Only a number is wanted here. Tally the lines of the data that contain "isNotSquare".

[Task inputs]

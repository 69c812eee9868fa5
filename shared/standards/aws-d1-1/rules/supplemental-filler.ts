/** Rows 7 to 9 (SAW): supplemental filler added or left out, more of it, and an alloy that depends on it. */
import { between, closed, unknownNumeric } from '../../../ranges/numeric.ts'
import type { ProcessBlock } from '../../../schemas/welding.ts'
import { figureOrNull, sameText } from '../../common/reading.ts'
import { figureRule, namedRule } from '../../common/rule-kinds.ts'
import { show } from '../../common/wording.ts'
import type { RuleContext } from '../../rule.ts'
import { meta } from '../meta.ts'

const used = (block: ProcessBlock | null): boolean | null => block?.filler.supplemental ?? null
const word = (value: boolean | null): string | null => (value === null ? null : value ? 'with supplemental filler' : 'without supplemental filler')
const isUsed = (context: RuleContext): boolean => used(context.block) === true

export const supplementalFiller = namedRule({
  meta: meta('supplemental_filler'),
  field: 'filler.supplemental',
  at: 'block',
  label: 'use of supplemental filler',
  asked(context) {
    const value = word(used(context.block))
    return value ? [value] : null
  },
  tested: (_context, side) => word(used(side.block)),
  because: 'Adding or leaving out supplemental filler counts.',
  setValue: (name) => name === 'with supplemental filler',
})

export const supplementalAmount = figureRule({
  meta: meta('supplemental_amount'),
  field: 'filler.supplementalVolume',
  at: 'block',
  label: 'amount of supplemental filler',
  dimension: 'percent',
  ends: { min: '', max: '' },
  applies: isUsed,
  asked(context) {
    const max = figureOrNull(context.block?.filler.supplementalVolume, 'percent', context.system)
    return max === null ? null : { min: 0, max }
  },
  range(context, side) {
    const had = used(side.block) === false ? 0 : figureOrNull(side.block?.filler.supplementalVolume, 'percent', context.system)
    if (had === null) return { range: unknownNumeric('percent', '%'), tested: null, reason: `${side.coupon.number} does not record how much supplemental filler it had.`, missing: [`${side.coupon.number}: filler.supplementalVolume`] }
    return { range: between('percent', '%', closed(0), closed(had)), tested: had, reason: `Not more than the ${show(had, '%')} tested.` }
  },
})

function alloy(block: ProcessBlock | null): string | null {
  if (!block) return null
  if (block.filler.supplemental === false || block.filler.supplementalAlloyElement === false) return 'no alloy from the supplement'
  if (block.filler.supplementalAlloyElement === null || block.filler.depositComposition === null) return null
  return `deposit ${sameText(block.filler.depositComposition)}`
}

export const supplementAlloy = namedRule({
  meta: meta('supplement_alloy'),
  field: 'filler.depositComposition',
  at: 'block',
  label: 'deposit composition with supplemental filler',
  applies: isUsed,
  asked(context) {
    const value = alloy(context.block)
    return value ? [value] : null
  },
  tested: (_context, side) => alloy(side.block),
  because: 'Where the alloy depends on the supplement, the deposit must stay in the chemistry that the procedure states.',
})
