/** Row 33: a smaller groove angle than tested, beyond the tolerance. */
import type { WeldingVariables } from '../../../schemas/welding.ts'
import { intervalCures } from '../../common/cures.ts'
import { figures, isStated } from '../../common/reading.ts'
import { grooveAngleOf, oneEdgeBevelled } from '../groove-angle.ts'
import { grooveMeasure, isNotSquare } from '../groove-measure.ts'

/** Fit-up tolerance of the joint figures. */
const TOLERANCE = 5
const isFlare = ({ joint }: WeldingVariables): boolean => joint.groove === 'flare-bevel' || joint.groove === 'flare-v'

export const grooveAngle = grooveMeasure({
  variable: 'groove_angle', field: 'joint.includedAngle', label: 'groove angle', dimension: 'angle', may: 'fall',
  value: ({ joint }) => grooveAngleOf(joint),
  room: () => TOLERANCE,
  arises: (variables) => isNotSquare(variables) && !isFlare(variables),
  cure({ procedure: { joint }, system }, range) {
    const byBevel = isStated(joint.bevelAngle) && (oneEdgeBevelled(joint.groove) || !isStated(joint.includedAngle))
    const { min, max, all } = figures(grooveAngleOf(joint), 'angle', system)
    // Where the bevels of both edges alone are stated, a figure for both together would contradict them.
    if (all || (byBevel && !oneEdgeBevelled(joint.groove))) return []
    const field = byBevel ? 'joint.bevelAngle' : 'joint.includedAngle'
    const lowest = range.segments[0]?.lower
    const tooSmall = (value: number | null): boolean => value !== null && lowest !== undefined && 'value' in lowest && value < lowest.value
    const asked = { min: min ?? max, max: max ?? min }
    return intervalCures({ label: 'groove angle', dimension: 'angle', field, current: byBevel ? joint.bevelAngle : joint.includedAngle, range, asked, wrong: (['min', 'max'] as const).filter((end) => tooSmall(asked[end])) })
  },
})
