/** Row 30: vertical welding uphill or downhill; any pass counts. */
import type { ProcessBlock, WeldingVariables } from '../../../schemas/welding.ts'
import { namedRule } from '../../common/rule-kinds.ts'
import { meta } from '../meta.ts'
import { askedPlaces } from '../positions.ts'

const isVertical = (block: ProcessBlock | null): boolean => askedPlaces(block?.positions ?? []).some((place) => place === 'vertical' || place === '5F')
const directions = (block: ProcessBlock | null): string[] | null => (block?.progression === 'both' ? ['uphill', 'downhill'] : block?.progression ? [block.progression === 'up' ? 'uphill' : 'downhill'] : null)
const tokenOf = (block: ProcessBlock): string | null => directions(block)?.join(' and ') ?? null

/** A pipe that turns under the arc is welded flat. */
const turns = (variables: WeldingVariables): boolean => variables.pipeRotated === true

export const verticalProgression = namedRule({
  meta: meta('vertical_progression'),
  field: 'progression',
  at: 'block',
  label: 'vertical progression',
  applies: (context) => isVertical(context.block) && !turns(context.procedure),
  asked: (context) => directions(context.block),
  tested: (_context, side) => (side.block && isVertical(side.block) ? tokenOf(side.block) : undefined),
  covers: (_value, _context, side) => directions(side.block) ?? [],
  because: 'Uphill and downhill are qualified apart.',
  setValue: (name) => (name === 'uphill' ? 'up' : 'down'),
})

[/Task inputs]

Written response. 2